从多个网页中抓取 url答案

【问题标题】：Scraping urls from multiple webpages从多个网页中抓取 url
【发布时间】：2020-05-28 11:15:30
【问题描述】：

我正在尝试从多个网页中提取 URL（在本例中为 2），但由于某种原因，我的输出是从第一页中提取的 URL 的重复列表。我做错了什么？

我的代码：

# URLs of books in scope
urls = []
for pn in range(2):
    baseUrl = 'https://www.goodreads.com'
    path = '/shelf/show/bestsellers?page='+str(pn+1)
    page = requests.get(baseUrl + path).text
    print(baseUrl+path)
    soup = BeautifulSoup(page, "html.parser")
    for link in soup.findAll('a',attrs={'class':"leftAlignedImage"}):
        if link['href'].startswith('/author/show/'):
            pass
        else:
            u=baseUrl+link['href']
            urls.append(u)
for u in urls:
    print(u)

输出：

https://www.goodreads.com/shelf/show/bestsellers?page=1
https://www.goodreads.com/shelf/show/bestsellers?page=2
https://www.goodreads.com/book/show/5060378-the-girl-who-played-with-fire
https://www.goodreads.com/book/show/968.The_Da_Vinci_Code
https://www.goodreads.com/book/show/4667024-the-help
https://www.goodreads.com/book/show/2429135.The_Girl_with_the_Dragon_Tattoo
https://www.goodreads.com/book/show/3.Harry_Potter_and_the_Sorcerer_s_Stone
.
.
.
https://www.goodreads.com/book/show/4588.Extremely_Loud_Incredibly_Close
https://www.goodreads.com/book/show/36809135-where-the-crawdads-sing
.
.
.
https://www.goodreads.com/book/show/4588.Extremely_Loud_Incredibly_Close
https://www.goodreads.com/book/show/36809135-where-the-crawdads-sing

【问题讨论】：

attrs={'class':"elementList",'class':"leftAlignedImage"} 这看起来很可疑。 Python dict 不能包含相同的键。
两次您都获得相同的页面。 page=2 URL 参数不做任何事情，只是加载相同的页面。
@AndrejKesely 这不是问题，但你说得对，我忘了去掉第一堂课，只是编辑了它。

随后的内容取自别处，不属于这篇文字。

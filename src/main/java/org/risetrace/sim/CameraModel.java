package org.risetrace.sim;


import org.risetrace.registration.Homography;
import java.util.SplittableRandom;

/**
 * The camera's geometry: a pinhole camera looking at the board plane gives a homography H = K [r1 r2 t] from board
 * millimetres to pixels (Hartley and Zisserman, Multiple View Geometry, plane-induced homography); per-frame motion
 * is an image-plane similarity about the image centre composed after it. Pixel centres sit at integer coordinates.
 */
public final class CameraModel {
    private CameraModel() {
    }

    /** The reference pose's homography, board mm to image px. */
    public static Homography basePose(Scenario.CameraSpec c, double boardWidthMm, double boardHeightMm) {
        double rot = Math.toRadians(c.rotationOrZero());
        double tilt = Math.toRadians(c.tiltOrZero());
        double axis = Math.toRadians(c.tiltAxisOrZero());
        // in-plane rotation about the optical axis
        double[] rz = {StrictMath.cos(rot), -StrictMath.sin(rot), 0, StrictMath.sin(rot), StrictMath.cos(rot), 0, 0, 0, 1};
        // tilt: rotation by 'tilt' about the unit axis (cos a, sin a, 0) (Rodrigues' formula)
        double ux = StrictMath.cos(axis), uy = StrictMath.sin(axis), ct = StrictMath.cos(tilt), st = StrictMath.sin(tilt);
        double[] rt = {
                ct + ux * ux * (1 - ct), ux * uy * (1 - ct), uy * st,
                uy * ux * (1 - ct), ct + uy * uy * (1 - ct), -ux * st,
                -uy * st, ux * st, ct};
        double[] r = multiply(rt, rz);
        double f = c.focalPx();
        double cx = (c.width() - 1) / 2.0 + c.offsetOrZero()[0];
        double cy = (c.height() - 1) / 2.0 + c.offsetOrZero()[1];
        double d = c.distanceMm();
        // [r1 r2 t] with t = (0, 0, d): board centre on the optical axis
        double[] m = {r[0], r[1], 0, r[3], r[4], 0, r[6], r[7], d};
        double[] k = {f, 0, cx, 0, f, cy, 0, 0, 1};
        double[] centre = {1, 0, -boardWidthMm / 2, 0, 1, -boardHeightMm / 2, 0, 0, 1};
        return new Homography(multiply(multiply(k, m), centre)).normalized();
    }

    /** The per-frame motion (image px to image px) of each frame; frame 0 is the reference (identity). */
    public static Homography[] motions(Scenario.CameraSpec c, int frames, long seed) {
        Homography[] out = new Homography[frames];
        SplittableRandom rnd = new SplittableRandom(seed ^ 0x6D6F74696F6EL);
        Scenario.Motion m = c.motionOrDefault();
        double cx = (c.width() - 1) / 2.0, cy = (c.height() - 1) / 2.0;
        double tx = 0, ty = 0;
        for (int k = 0; k < frames; k++) {
            if (k == 0) {
                out[k] = Homography.identity();
                continue;
            }
            double angle, scale;
            if (m.handheldKind()) {
                angle = Math.toRadians(m.rotationOrDefault()) * (2 * rnd.nextDouble() - 1);
                scale = 1 + m.scaleOrDefault() * (2 * rnd.nextDouble() - 1);
                tx = m.translationOrDefault() * c.width() * (2 * rnd.nextDouble() - 1);
                ty = m.translationOrDefault() * c.height() * (2 * rnd.nextDouble() - 1);
            } else {
                // a stand: slow mean-reverting random walk of the view, sub-pixel per frame
                angle = 0;
                scale = 1;
                tx = 0.98 * tx + m.driftOrDefault() * rnd.nextGaussian();
                ty = 0.98 * ty + m.driftOrDefault() * rnd.nextGaussian();
            }
            out[k] = similarityAbout(cx, cy, angle, scale, tx, ty);
        }
        return out;
    }

    /** p' = c + s R(angle) (p - c) + t. */
    public static Homography similarityAbout(double cx, double cy, double angle, double scale, double tx, double ty) {
        double a = scale * StrictMath.cos(angle), b = scale * StrictMath.sin(angle);
        return new Homography(new double[]{
                a, -b, cx - a * cx + b * cy + tx,
                b, a, cy - b * cx - a * cy + ty,
                0, 0, 1});
    }

    /** Board corners TL, TR, BR, BL mapped by h. */
    public static double[][] corners(Homography h, double wMm, double hMm) {
        return new double[][]{h.apply(0, 0), h.apply(wMm, 0), h.apply(wMm, hMm), h.apply(0, hMm)};
    }

    static double[] multiply(double[] a, double[] b) {
        double[] c = new double[9];
        for (int r = 0; r < 3; r++)
            for (int col = 0; col < 3; col++)
                c[r * 3 + col] = a[r * 3] * b[col] + a[r * 3 + 1] * b[3 + col] + a[r * 3 + 2] * b[6 + col];
        return c;
    }
}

问题仍然是，即使请求在第二个循环中获取另一个 URL，它仍然可以使用第一个 URL。

标签： html python-3.x web-scraping beautifulsoup

【解决方案1】：

您会收到重复的网址，因为您两次加载的是同一个页面。如果您未登录，即使您设置了page=2，该网站仅显示畅销书的首页。

要解决此问题，您必须修改代码以在加载页面之前先登录，或者传递必须从已登录浏览器导入的 cookie。

【讨论】：

好收获！没想到未登录时只显示第一页。我去看看。